Birikim Güncel’de 12 Temmuz 2019’da yayımlanan yazımda Kazakistan’ın değişik şehirlerinde yaptığım saha çalışmasında edindiğim gözlemlerimi ve siyasetteki çürümeyi anlatmış, ülkede yenilik isteyen “Uyan Kazakistan” demokratik gençlik hareketini analiz etmiştim. Yazının bitiminde ise bir Kazak akademisyenin “Ya önünüzdeki bu barışçı ve iyi hareketi seçer, ülkeyi demokratikleştirirsiniz ya da şiddet hâkim olur ve yok olur gidersiniz,” sözünü aktarmıştım. Bu tespitler doğru çıktı, nitekim bir yıl önce Kazakistan büyük bir sosyal patlamaya sürüklendi ve bu çalkantıdan geriye ihanet, işkence ve ölümlerin bıraktığı derin bir hüzün kaldı. Adım adım geliyorum diyen toplumsal isyan önemli kazanımları olan bir uyanışı başlattı ancak bu enerji birikimi siyasette dönüşüm yapmaya yetmedi. 19 Mart 2023’te yapılan erken seçimlerde eski düzenin bekçileri tüm temsil kanallarını kapalı tutmayı başardılar.  

***

Ocak 2022’nin ilk günlerinde Kazaklar yılbaşı rehaveti içinde karakış soğuğunu hafta sonu evlerinde oturarak geçirmek yerine gaz fiyatlarına hükümetin yaptığı zammı protesto etmek için sokaklara döküldü. Gösteriler ilk olarak petrol işleme tesislerinin bulunduğu ve yıllardır hak ihlallerinin yaşandığı Janaözen (Zhanaozen) şehrinde başladı. Hazar Denizi’ne açılan zengin petrol ve gaz yataklarına sahip Mangistav eyaletinin bu kenti yıllardır hakkını alamayan işçilerin ve yoksullukla boğuşan emekçi halkın isyanları ile sıklıkla gündeme geliyordu. Kötü çalışma koşullarına başkaldıran işçilerin günlerce süren grevini sonlandırmak isteyen Cumhurbaşkanı Nursultan Nazarbayev polise vur emri vermiş, Aralık 2011’de, hem de ülkenin bağımsızlık gününde, en az on altı işçi öldürülmüştü. İtirazı ve acısı hep diri kalan Janaözen’de başlayan gösteriler bu kez tüm ülkeye yayıldı ve kısa zamanda bir sosyal patlayamaya dönüştü. Derinleşen bunalım Sovyetler Birliği dağıldıktan sonra otuz yıl ülkeyi ailesi, yakınları ve oligarkları ile kimseye hesap vermeden yöneten Nazarbayev’in rüştünü de süpürüp gitti. Başkanlık sarayları yandı, heykelleri yıkıldı, işlemeli odaları talan edildi ve uluslararası itibari beş paralık oldu. Gösterilerin ilk günlerinde hükümetin ilgisizliği, geri adım atmaması ve kolluk güçlerinin şiddete başvurması ile lidersiz bir heyelana dönüşen isyan kontrol edilemez bir hal aldı. Uzun yıllardır birikmiş memnuniyetsizlik ve ekonomik eşitsizliğe olan öfke sokaklara taştı ve görece daha varlıklı bölgelere, ardından da en büyük şehir olan Almatı'ya yayıldı. 

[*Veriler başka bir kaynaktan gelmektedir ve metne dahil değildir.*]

"""Random price histories, books and costs for the tests of the replay engine."""

import numpy as np

from hedgesim.book import Expiry, Position
from hedgesim.costs import CostTerms
from hedgesim.market import frozen
from hedgesim.paths.prices import PriceHistory
from hedgesim.schedules import Schedule

SCHEDULES = (
    Schedule("every 2 looks", "looks", 2),
    Schedule("every 3d", "days", 3.0),
    Schedule("at closes", "sessions", edges=("close",)),
    Schedule("entry only", "never"),
)


def random_history(seed: int, *, days: int = 40, rows_per_day: int = 2, underlyings: int = 2) -> PriceHistory:
    """Lognormal prices with a wandering mark vol; day 0 has one row, its close."""
    random = np.random.default_rng([seed, 1])
    rows = (days - 1) * rows_per_day + 1
    clock = np.arange(rows) / rows_per_day
    day = np.ceil(clock).astype(int)
    steps = random.normal(0.0, 0.25 / np.sqrt(252 * rows_per_day), (underlyings, rows - 1))
    price = 100.0 * np.exp(np.concatenate([np.zeros((underlyings, 1)), np.cumsum(steps, axis=1)], axis=1))
    vol = 0.22 * np.exp(np.cumsum(random.normal(0.0, 0.03, (underlyings, rows)), axis=1))
    return PriceHistory(
        file="prices.csv",
        names=tuple("ABC"[:underlyings]),
        label=tuple(f"row {i}" for i in range(rows)),
        line=frozen(np.arange(rows) + 2, np.int64),
        date=frozen(day + 730_000, np.int64),
        t=frozen(clock / 252),
        s=frozen(clock / 252),
        clock=frozen(clock),
        is_open=frozen(np.diff(day, prepend=-1) > 0, bool),
        is_close=frozen(np.diff(day, append=day[-1] + 1) > 0, bool),
        price=frozen(price),
        mark_vol=frozen(vol),
        mark_vol_column=("iv",) * underlyings,
        days_per_year=252,
        notes=(),
    )


def random_terms(seed: int, *, history: PriceHistory, remark: str, early_horizon: bool, positions: int = 6) -> dict:
    """Everything `lay_inceptions` needs besides the history, and the costs."""
    random = np.random.default_rng([seed, 2])
    n = len(history.names)
    expiries = random.choice([3.0, 7.0, 7.5, 12.0, 15.0], size=positions)

    def sometimes(value: float) -> float | None:
        return value if random.random() < 0.4 else None

    book = [
        Position(
            underlying=int(random.integers(n)),
            is_call=bool(random.integers(2)),
            strike=float(random.uniform(0.9, 1.1)) * (1.0 if relative else 100.0),
            strike_of_spot=relative,
            amount=float(random.normal(0.0, 1000.0)) * (1.0 if units else 100.0),
            is_notional=not units,
            expiry=Expiry(days=float(days)) if random.random() < 0.7 else Expiry(years=float(days) / 252),
            mark_vol=sometimes(random.uniform(0.1, 0.4)),
            hedge_vol=sometimes(random.uniform(0.1, 0.4)),
            premium=sometimes(random.uniform(0.0, 5.0)),
            physical=bool(random.integers(2)),
        )
        for days, relative, units in zip(
            expiries, random.integers(2, size=positions) > 0, random.integers(2, size=positions) > 0, strict=True
        )
    ]
    rate = float(random.uniform(-0.05, 0.15))
    future = random.random(n) < 0.4
    return {
        "positions": book,
        "rate": rate,
        "yield_rate": np.where(future, rate, random.uniform(-0.05, 0.15, n)),
        "is_future": future,
        "mark_vol": np.where(random.random(n) < 0.7, np.nan, random.uniform(0.1, 0.4, n)),
        "hedge_vol": np.where(random.random(n) < 0.6, np.nan, random.uniform(0.1, 0.4, n)),
        "remark": remark,
        "initial_units": random.normal(0.0, 1000.0, n),
        "schedules": SCHEDULES,
        "horizon": Expiry(days=5.0) if early_horizon else None,
    }


def random_costs(seed: int, underlyings: int = 2) -> CostTerms:
    random = np.random.default_rng([seed, 3])
    return CostTerms(
        half_spread=random.uniform(0.0, 0.01, underlyings),
        per_unit=random.uniform(0.0, 0.05, underlyings),
        per_trade=random.uniform(0.0, 20.0, underlyings),
    )


def gross_values(laid) -> np.ndarray:
    """Gross option value by inception, the yardstick of the identity."""
    from hedgesim.book import gross_value

    return np.array([gross_value(life.book, life.market) for life in laid.inceptions])
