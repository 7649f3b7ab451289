"""Pages of what needs no random numbers: exact figures beside simulated ones, laws, break-even premiums."""

import json
import re
from dataclasses import replace
from pathlib import Path

import numpy as np
import pandas as pd
import pytest
import report_builder
from report_sheets import CREATED, KINDS, SETTINGS, cells_of, faults, made, page_texts, plain_sheets, words_of

from hedgesim.experiment.run import run_file
from hedgesim.report.pack import build
from hedgesim.report.style import report_style
from hedgesim.report.view import view_of
from hedgesim.study import study
from hedgesim.study.findings import laws_off
from hedgesim.study.money import money, money_with_error


def exact_sheets(kind, *, settings=SETTINGS, **changes):
    """Pages of a run beside a changed stand-in for its exact figures, by name."""
    _, facts = made(kind)
    compiled = report_builder.compiled(KINDS[kind]["every"])
    done = study(facts.ledger, compiled, settings)
    done = replace(done, exactness=report_builder.exactness(done, **changes))
    with report_style():
        sheets = build(view_of(done, facts.ledger), facts, created=CREATED)
        assert [fault for sheet in sheets for fault in faults(sheet.figure)] == []
    return done, {sheet.name: sheet for sheet in sheets}


def test_the_table_of_differences_shows_simulated_and_exact_figures_and_scores():
    results, _ = made("ten schedules")
    sheets, _ = plain_sheets("ten schedules")
    sheet = next(s for s in sheets if s.name == "exact")
    cells, agreement, d = cells_of(sheet), results.exactness.agreement, results.distribution
    shown = [name for name in results.schedules if name in cells]
    assert len(shown) >= 6
    assert results.schedules[results.choice.chosen] in shown
    scales = {"": 1.0, "k": 1e3, "m": 1e6}
    for k, name in enumerate(results.schedules):
        if name not in shown:
            continue
        row = cells[cells.index(name) : cells.index(name) + 7]
        assert row[1] == money_with_error(d.mean[k], d.mean_se[k])
        assert row[4] == money_with_error(d.std[k], d.std_se[k])
        for cell, value, error in ((row[2], agreement.mean[k], d.mean_se[k]), (row[5], agreement.std[k], d.std_se[k])):
            number, letter = re.fullmatch(r"(-?[0-9.]+)([km]?)", cell).groups()
            assert abs(float(number) * scales[letter] - value) <= 0.1 * error
        assert float(row[3]) == pytest.approx(agreement.z_mean[k], abs=0.05)
        assert float(row[6]) == pytest.approx(agreement.z_std[k], abs=0.05)


def test_exact_charts_draw_the_curve_with_its_optimum_and_the_schedules():
    results, _ = made("ten schedules")
    sheets, _ = plain_sheets("ten schedules")
    objective, cost = next(s for s in sheets if s.name == "exact").figure.axes[:2]
    curve = results.exactness.curve
    drawn = [np.column_stack(line.get_data()) for line in objective.lines]
    assert any(np.array_equal(xy, np.column_stack([curve.trades, curve.objective])) for xy in drawn)
    at_best = [[curve.trades[curve.best], curve.objective[curve.best]]]
    assert any(np.array_equal(xy, at_best) for xy in drawn)
    for k, n in zip(results.frequency.rows, results.frequency.trades, strict=True):
        assert any(np.array_equal(xy, [[n, results.choice.objective[k]]]) for xy in drawn)
    drawn = [np.column_stack(line.get_data()) for line in cost.lines]
    assert any(np.array_equal(xy, np.column_stack([curve.trades, curve.mean_cost])) for xy in drawn)
    law = results.exactness.laws[-1]
    assert any(len(xy) > 1 and np.allclose(law.curve(xy[:, 0]), xy[:, 1], rtol=1e-12) for xy in drawn)


def test_the_frequency_chart_draws_the_exact_curve_and_the_laws_that_hold():
    results, _ = made("ten schedules")
    sheets, _ = plain_sheets("ten schedules")
    axes = next(s for s in sheets if s.name == "variance").figure.axes[1]
    names = [t.get_text() for t in axes.get_legend().get_texts()]
    # Laws that are one line to the eye have one entry; one that does not hold has none.
    assert names == [
        "exact, without noise",
        "simulated \u00b1 1 se; open: not in the fit",
        "fitted law",
        "granularity and 1 alike",
        "two-term law",
    ]
    lines = {line.get_label(): np.column_stack(line.get_data()) for line in axes.lines}
    curve = results.exactness.curve
    exact = lines["exact, without noise"]
    np.testing.assert_array_equal(exact[:, 0], curve.trades)
    ratio = exact[:, 1] / curve.removable
    np.testing.assert_allclose(ratio, ratio[0], rtol=1e-12)
    for label, law in ((names[3], results.exactness.laws[0]), (names[4], results.exactness.laws[2])):
        np.testing.assert_allclose(lines[label][:, 1], law.curve(lines[label][:, 0]) * ratio[0], rtol=1e-12)
    known = results.frequency.law.removable(lines["fitted law"][:, 0]) * ratio[0]
    np.testing.assert_allclose(lines["fitted law"][:, 1], known, rtol=1e-12)


def test_laws_stand_beside_their_ratio_and_those_not_met_beside_the_reason():
    results, _ = made("ten schedules")
    sheets, _ = plain_sheets("ten schedules")
    sheet = next(s for s in sheets if s.name == "exact")
    cells, off = cells_of(sheet), laws_off(results)
    for law in results.exactness.laws:
        if law.holds:
            assert cells[cells.index(law.name) + 2] == f"{off[law.name]:.3f}"
    assert "square-root law" not in cells
    assert "square-root law - the book has 4 different options, the law is for one" in words_of(sheet)


@pytest.mark.parametrize("in_currency", [False, True])
def test_break_even_premiums_are_shown_in_vol_points_or_in_currency_only(in_currency):
    done, sheets = exact_sheets("ten schedules", in_currency=in_currency)
    sheet = sheets["break_even"]
    cells = cells_of(sheet)
    for row in done.exactness.break_even:
        shown = cells[cells.index(row.schedule) + 1 :]
        if in_currency:
            assert shown[:2] == [money(row.amount), money(row.cushion_amount)]
        else:
            vol, points, amount, cushion, cushion_amount = shown[:5]
            assert float(vol.removesuffix(" %")) == pytest.approx(100 * row.sold_vol, abs=0.005001)
            assert float(points) == pytest.approx(100 * row.vol_shift, abs=0.005001)
            assert float(cushion) == pytest.approx(100 * row.cushion, abs=0.005001)
            assert (amount, cushion_amount) == (money(row.amount), money(row.cushion_amount))
    assert ("In currency only: net vega" in words_of(sheet)) == in_currency
    ends = np.concatenate([c.get_offsets()[:, 0] for c in sheet.figure.axes[0].collections])
    told = done.exactness.break_even
    pairs = [(r.amount, r.cushion_amount) if in_currency else (100 * r.vol_shift, 100 * r.cushion) for r in told]
    np.testing.assert_allclose(np.sort(ends), np.sort(np.ravel(pairs)), rtol=1e-12)


def test_gain_of_exact_scaling_is_told_also_where_it_does_harm():
    _, sheets = exact_sheets("ten schedules")
    words = words_of(sheets["break_even"])
    assert "1.40 (\u00b10.10) for p01, 0.90 (\u00b10.10) for p05, 2.10 (\u00b10.10) for ES 97.5 %" in words
    assert "below 1 it does harm" in words


def test_a_choice_as_good_as_the_optimum_is_called_so_and_another_by_its_distance():
    done, sheets = exact_sheets("ten schedules")
    curve, best = done.exactness.curve, done.choice.chosen
    figures = done.exactness.agreement.figures
    more = -figures.mean_costs[best] + SETTINGS.cost_of_risk * figures.std[best] - curve.objective[curve.best]
    assert abs(more) > 0.01 * curve.objective[curve.best]
    told = f"{money(abs(more), currency='EUR')} {'more' if more > 0 else 'less'}"
    assert sheets["exact"].title.endswith(f"{done.schedules[best]}: {told}")
    level = replace(curve, objective=curve.objective + more * (1.0 + 1e-6))
    level = replace(done, exactness=replace(done.exactness, curve=level))
    with report_style():
        pages = build(view_of(level, made("ten schedules")[1].ledger), made("ten schedules")[1], created=CREATED)
    assert next(s for s in pages if s.name == "exact").title.endswith(f"{done.schedules[best]} is as good")


def test_a_reason_stands_in_the_place_of_exact_figures():
    reason = "the exact engine needs uncorrelated underlyings; simulate answers for correlated ones"
    _, sheets = exact_sheets("two underlyings", reason=reason)
    assert "break_even" not in sheets
    assert sheets["exact"].title == f"No exact figures: {reason}"
    assert "granularity" in cells_of(sheets["exact"])
    names = [t.get_text() for t in sheets["variance"].figure.axes[1].get_legend().get_texts()]
    assert "exact, without noise" not in names
    assert "two-term law" in names


@pytest.mark.parametrize(
    "changes",
    [{"risk": "es975"}, {"risk": "variance", "cost_of_risk": 1e-6}, {"mean": "total"}, {"cost_of_risk": 0.0}],
    ids=str,
)
@pytest.mark.parametrize("kind", ["ten schedules", "one schedule"])
def test_exact_pages_under_other_risks_and_means(kind, changes):
    done, sheets = exact_sheets(kind, settings=replace(SETTINGS, **changes))
    curve = done.exactness.curve
    if changes.get("risk") == "es975":
        assert "is off by more than 1.6 standard errors" in sheets["exact"].title
        assert "Where the optimum moves" not in words_of(sheets["exact"])
    else:
        assert f"{curve.trades[curve.best]:,} equal interval" in sheets["exact"].title


def test_pages_of_a_real_run_show_the_figures_of_its_tables(tmp_path):
    # Enough paths for the gain of exact scaling to be measured.
    path = Path(__file__).parents[1] / "configs" / "demo.yaml"
    folder = run_file(path, out=tmp_path / "demo", overrides=["paths.count=13000"], quiet=True)
    pages = page_texts(folder)
    curve, level = pd.read_csv(folder / "curve.csv"), pd.read_csv(folder / "break_even.csv").set_index("schedule")
    found = json.loads((folder / "findings.json").read_text())
    best = found["choice"]["schedule"]
    page = next(p for p in pages if "What the exact engine says" in p)
    trades = int(curve.N[curve.objective.idxmin()])
    assert (
        f"{trades} equal intervals are best at an objective of {money(curve.objective.min(), currency='EUR')}" in page
    )
    for moved in found["exact"]["sensitivities"]:
        assert f"{moved['change']} {moved['trades']} {money(moved['objective'])}" in page
    for law in found["exact"]["laws"]:
        if law["holds"]:
            assert f"{law['law_over_found_for_the_choice']:.3f}" in page
    page = next(p for p in pages if "the book breaks even" in p)
    assert f"at {100 * level.sold_vol[best]:.2f} % vol, {100 * abs(level.vol_shift[best]):.2f} points below" in page
    gained = found["exact"]["effective_paths_gained_by_exact_scaling"]["schedules"][best]
    assert all(f"{figure['value']:.2f} (\u00b1{figure['se']:.2f})" in page for figure in gained.values())
    whole = " ".join(pages)
    assert "realised vol 19%" in whole
    assert "strike 105," in whole


@pytest.mark.parametrize("kind", ["price history", "one inception"])
def test_price_histories_have_no_exact_pages(kind):
    sheets, _ = plain_sheets(kind)
    assert not {"exact", "break_even"} & {s.name for s in sheets}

Kendilerine uzanan demokratik elleri kıran, ülkede hukuk sistemini keyfice yöneten, medyayı tek sesli borazana dönüştüren ve alternatif siyasi hareket yeşermesin diye elinden geleni ardına koymayan bir oligarşi ülkeyi yıllardır istediği gibi idare ediyordu. Bu rejim siyasi reform kisvesi altında kendince yumuşak bir devir teslim yapmış, 2019 yılında ülkenin bağımsızlıktan sonraki ikinci cumhurbaşkanlığına eski çırak Kasım Cömert Tokayev getirilmişti. Oysa herkesin bildiği gerçek Nazarbayev’in perde arkasından hâlâ gücünü koruduğu ve otuz yıllık keyfî yönetim ve soygunun hesabını vermeyeceği gerçeğiydi. Nitekim Tokayev koltuğuna oturur oturmaz ilk sadakat gösterisi olarak başkent Astana’nın adını kimseye sormadan meclisten geçirdiği bir kararla Nur-Sultan yaptı. Oysa artık halkın öfkesi sürekli yalan vaat eden bu rejime karşı kabarmış, ülke davul gibi gerilmişti.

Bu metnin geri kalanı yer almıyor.